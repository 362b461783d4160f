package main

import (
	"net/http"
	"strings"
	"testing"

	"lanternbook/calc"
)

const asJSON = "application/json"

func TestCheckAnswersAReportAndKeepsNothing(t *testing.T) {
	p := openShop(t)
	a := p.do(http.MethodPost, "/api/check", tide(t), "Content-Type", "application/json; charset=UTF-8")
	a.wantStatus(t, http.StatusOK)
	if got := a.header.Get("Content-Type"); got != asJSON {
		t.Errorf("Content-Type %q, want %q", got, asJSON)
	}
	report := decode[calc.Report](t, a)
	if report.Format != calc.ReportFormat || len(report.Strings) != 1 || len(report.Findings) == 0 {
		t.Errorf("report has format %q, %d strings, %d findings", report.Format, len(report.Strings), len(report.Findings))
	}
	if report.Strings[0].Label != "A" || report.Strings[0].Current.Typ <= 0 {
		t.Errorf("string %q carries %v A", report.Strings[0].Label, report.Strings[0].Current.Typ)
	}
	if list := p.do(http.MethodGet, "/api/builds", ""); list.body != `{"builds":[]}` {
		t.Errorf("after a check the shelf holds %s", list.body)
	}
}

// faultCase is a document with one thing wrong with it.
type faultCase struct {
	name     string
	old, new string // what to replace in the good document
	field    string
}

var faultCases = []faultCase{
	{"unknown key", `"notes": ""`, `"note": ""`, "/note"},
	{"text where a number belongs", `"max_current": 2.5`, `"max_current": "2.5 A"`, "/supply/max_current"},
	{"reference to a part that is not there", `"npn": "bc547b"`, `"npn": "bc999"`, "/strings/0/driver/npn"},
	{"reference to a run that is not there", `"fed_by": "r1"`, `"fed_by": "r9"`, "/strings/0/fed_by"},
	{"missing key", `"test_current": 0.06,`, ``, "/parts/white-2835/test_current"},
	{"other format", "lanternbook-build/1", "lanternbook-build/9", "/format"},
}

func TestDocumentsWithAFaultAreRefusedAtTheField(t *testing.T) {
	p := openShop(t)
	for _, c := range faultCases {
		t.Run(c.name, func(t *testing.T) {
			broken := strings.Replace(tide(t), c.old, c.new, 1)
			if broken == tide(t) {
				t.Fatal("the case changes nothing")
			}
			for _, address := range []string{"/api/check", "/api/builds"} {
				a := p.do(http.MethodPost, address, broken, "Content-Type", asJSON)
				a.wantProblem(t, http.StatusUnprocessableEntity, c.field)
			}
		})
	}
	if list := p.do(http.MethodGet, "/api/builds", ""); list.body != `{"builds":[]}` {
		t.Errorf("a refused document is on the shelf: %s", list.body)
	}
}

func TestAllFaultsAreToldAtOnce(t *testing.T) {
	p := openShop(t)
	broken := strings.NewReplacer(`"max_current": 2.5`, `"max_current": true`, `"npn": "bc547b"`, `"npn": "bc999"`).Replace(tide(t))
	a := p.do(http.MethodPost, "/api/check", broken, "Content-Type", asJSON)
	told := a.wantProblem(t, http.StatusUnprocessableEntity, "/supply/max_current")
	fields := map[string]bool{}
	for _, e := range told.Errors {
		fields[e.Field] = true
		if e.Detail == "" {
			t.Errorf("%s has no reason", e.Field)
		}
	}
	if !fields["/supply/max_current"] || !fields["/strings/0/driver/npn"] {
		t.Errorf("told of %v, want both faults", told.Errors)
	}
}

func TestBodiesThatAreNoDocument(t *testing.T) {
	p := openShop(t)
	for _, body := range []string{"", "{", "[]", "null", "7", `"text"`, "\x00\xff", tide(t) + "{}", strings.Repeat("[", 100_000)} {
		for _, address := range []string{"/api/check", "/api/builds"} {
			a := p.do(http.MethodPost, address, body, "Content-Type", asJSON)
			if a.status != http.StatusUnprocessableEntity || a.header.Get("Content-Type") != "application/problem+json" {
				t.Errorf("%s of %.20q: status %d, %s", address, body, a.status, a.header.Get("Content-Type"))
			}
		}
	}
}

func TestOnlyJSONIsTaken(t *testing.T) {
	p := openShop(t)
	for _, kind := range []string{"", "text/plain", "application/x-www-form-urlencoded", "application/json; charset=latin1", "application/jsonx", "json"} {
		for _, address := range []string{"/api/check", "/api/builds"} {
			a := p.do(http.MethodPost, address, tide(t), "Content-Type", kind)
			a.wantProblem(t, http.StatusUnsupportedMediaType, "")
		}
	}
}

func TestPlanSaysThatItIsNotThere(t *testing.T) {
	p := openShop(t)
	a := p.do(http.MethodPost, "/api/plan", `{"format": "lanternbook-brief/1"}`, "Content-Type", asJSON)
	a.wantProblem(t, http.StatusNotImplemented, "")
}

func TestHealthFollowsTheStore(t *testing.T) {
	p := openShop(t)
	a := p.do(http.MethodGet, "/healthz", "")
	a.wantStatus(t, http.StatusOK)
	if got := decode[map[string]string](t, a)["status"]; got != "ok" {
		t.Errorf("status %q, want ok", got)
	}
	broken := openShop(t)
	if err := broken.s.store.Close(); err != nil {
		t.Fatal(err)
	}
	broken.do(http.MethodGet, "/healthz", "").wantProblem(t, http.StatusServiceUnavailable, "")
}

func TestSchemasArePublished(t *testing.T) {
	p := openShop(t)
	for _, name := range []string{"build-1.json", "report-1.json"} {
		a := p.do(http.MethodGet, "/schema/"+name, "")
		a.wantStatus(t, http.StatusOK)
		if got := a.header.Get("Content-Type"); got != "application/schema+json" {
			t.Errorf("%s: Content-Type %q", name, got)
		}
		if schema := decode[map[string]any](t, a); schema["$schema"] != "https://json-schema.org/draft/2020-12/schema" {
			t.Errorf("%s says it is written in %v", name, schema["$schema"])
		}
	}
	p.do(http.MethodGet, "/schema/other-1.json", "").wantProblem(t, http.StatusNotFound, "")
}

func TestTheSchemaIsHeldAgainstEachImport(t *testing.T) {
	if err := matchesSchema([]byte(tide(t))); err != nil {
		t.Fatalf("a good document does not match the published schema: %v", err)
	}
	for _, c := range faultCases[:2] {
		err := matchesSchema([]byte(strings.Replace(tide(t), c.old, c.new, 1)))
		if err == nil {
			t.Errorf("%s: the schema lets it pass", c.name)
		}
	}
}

--- --- ---

* [WHAT TO WORK ON]:
Type out the full listing again, exactly as given.

* [RESPONSE]:
repository 362b461783d4160f
package main

import (
	"net/http"
	"strings"
	"testing"

	"lanternbook/calc"
)

const asJSON = "application/json"

func TestCheckAnswersAReportAndKeepsNothing(t *testing.T) {
	p := openShop(t)
	a := p.do(http.MethodPost, "/api/check", tide(t), "Content-Type", "application/json; charset=UTF-8")
	a.wantStatus(t, http.StatusOK)
	if got := a.header.Get("Content-Type"); got != asJSON {
		t.Errorf("Content-Type %q, want %q", got, asJSON)
	}
	report := decode[calc.Report](t, a)
	if report.Format != calc.ReportFormat || len(report.Strings) != 1 || len(report.Findings) == 0 {
		t.Errorf("report has format %q, %d strings, %d findings", report.Format, len(report.Strings), len(report.Findings))
	}
	if report.Strings[0].Label != "A" || report.Strings[0].Current.Typ <= 0 {
		t.Errorf("string %q carries %v A", report.Strings[0].Label, report.Strings[0].Current.Typ)
	}
	if list := p.do(http.MethodGet, "/api/builds", ""); list.body != `{"builds":[]}` {
		t.Errorf("after a check the shelf holds %s", list.body)
	}
}

// faultCase is a document with one thing wrong with it.
type faultCase struct {
	name     string
	old, new string // what to replace in the good document
	field    string
}

var faultCases = []faultCase{
	{"unknown key", `"notes": ""`, `"note": ""`, "/note"},
	{"text where a number belongs", `"max_current": 2.5`, `"max_current": "2.5 A"`, "/supply/max_current"},
	{"reference to a part that is not there", `"npn": "bc547b"`, `"npn": "bc999"`, "/strings/0/driver/npn"},
	{"reference to a run that is not there", `"fed_by": "r1"`, `"fed_by": "r9"`, "/strings/0/fed_by"},
	{"missing key", `"test_current": 0.06,`, ``, "/parts/white-2835/test_current"},
	{"other format", "lanternbook-build/1", "lanternbook-build/9", "/format"},
}

func TestDocumentsWithAFaultAreRefusedAtTheField(t *testing.T) {
	p := openShop(t)
	for _, c := range faultCases {
		t.Run(c.name, func(t *testing.T) {
			broken := strings.Replace(tide(t), c.old, c.new, 1)
			if broken == tide(t) {
				t.Fatal("the case changes nothing")
			}
			for _, address := range []string{"/api/check", "/api/builds"} {
				a := p.do(http.MethodPost, address, broken, "Content-Type", asJSON)
				a.wantProblem(t, http.StatusUnprocessableEntity, c.field)
			}
		})
	}
	if list := p.do(http.MethodGet, "/api/builds", ""); list.body != `{"builds":[]}` {
		t.Errorf("a refused document is on the shelf: %s", list.body)
	}
}

func TestAllFaultsAreToldAtOnce(t *testing.T) {
	p := openShop(t)
	broken := strings.NewReplacer(`"max_current": 2.5`, `"max_current": true`, `"npn": "bc547b"`, `"npn": "bc999"`).Replace(tide(t))
	a := p.do(http.MethodPost, "/api/check", broken, "Content-Type", asJSON)
	told := a.wantProblem(t, http.StatusUnprocessableEntity, "/supply/max_current")
	fields := map[string]bool{}
	for _, e := range told.Errors {
		fields[e.Field] = true
		if e.Detail == "" {
			t.Errorf("%s has no reason", e.Field)
		}
	}
	if !fields["/supply/max_current"] || !fields["/strings/0/driver/npn"] {
		t.Errorf("told of %v, want both faults", told.Errors)
	}
}

func TestBodiesThatAreNoDocument(t *testing.T) {
	p := openShop(t)
	for _, body := range []string{"", "{", "[]", "null", "7", `"text"`, "\x00\xff", tide(t) + "{}", strings.Repeat("[", 100_000)} {
		for _, address := range []string{"/api/check", "/api/builds"} {
			a := p.do(http.MethodPost, address, body, "Content-Type", asJSON)
			if a.status != http.StatusUnprocessableEntity || a.header.Get("Content-Type") != "application/problem+json" {
				t.Errorf("%s of %.20q: status %d, %s", address, body, a.status, a.header.Get("Content-Type"))
			}
		}
	}
}

func TestOnlyJSONIsTaken(t *testing.T) {
	p := openShop(t)
	for _, kind := range []string{"", "text/plain", "application/x-www-form-urlencoded", "application/json; charset=latin1", "application/jsonx", "json"} {
		for _, address := range []string{"/api/check", "/api/builds"} {
			a := p.do(http.MethodPost, address, tide(t), "Content-Type", kind)
			a.wantProblem(t, http.StatusUnsupportedMediaType, "")
		}
	}
}

func TestPlanSaysThatItIsNotThere(t *testing.T) {
	p := openShop(t)
	a := p.do(http.MethodPost, "/api/plan", `{"format": "lanternbook-brief/1"}`, "Content-Type", asJSON)
	a.wantProblem(t, http.StatusNotImplemented, "")
}

func TestHealthFollowsTheStore(t *testing.T) {
	p := openShop(t)
	a := p.do(http.MethodGet, "/healthz", "")
	a.wantStatus(t, http.StatusOK)
	if got := decode[map[string]string](t, a)["status"]; got != "ok" {
		t.Errorf("status %q, want ok", got)
	}
	broken := openShop(t)
	if err := broken.s.store.Close(); err != nil {
		t.Fatal(err)
	}
	broken.do(http.MethodGet, "/healthz", "").wantProblem(t, http.StatusServiceUnavailable, "")
}

func TestSchemasArePublished(t *testing.T) {
	p := openShop(t)
	for _, name := range []string{"build-1.json", "report-1.json"} {
		a := p.do(http.MethodGet, "/schema/"+name, "")
		a.wantStatus(t, http.StatusOK)
		if got := a.header.Get("Content-Type"); got != "application/schema+json" {
			t.Errorf("%s: Content-Type %q", name, got)
		}
		if schema := decode[map[string]any](t, a); schema["$schema"] != "https://json-schema.org/draft/2020-12/schema" {
			t.Errorf("%s says it is written in %v", name, schema["$schema"])
		}
	}
	p.do(http.MethodGet, "/schema/other-1.json", "").wantProblem(t, http.StatusNotFound, "")
}

func TestTheSchemaIsHeldAgainstEachImport(t *testing.T) {
	if err := matchesSchema([]byte(tide(t))); err != nil {
		t.Fatalf("a good document does not match the published schema: %v", err)
	}
	for _, c := range faultCases[:2] {
		err := matchesSchema([]byte(strings.Replace(tide(t), c.old, c.new, 1)))
		if err == nil {
			t.Errorf("%s: the schema lets it pass", c.name)
		}
	}
}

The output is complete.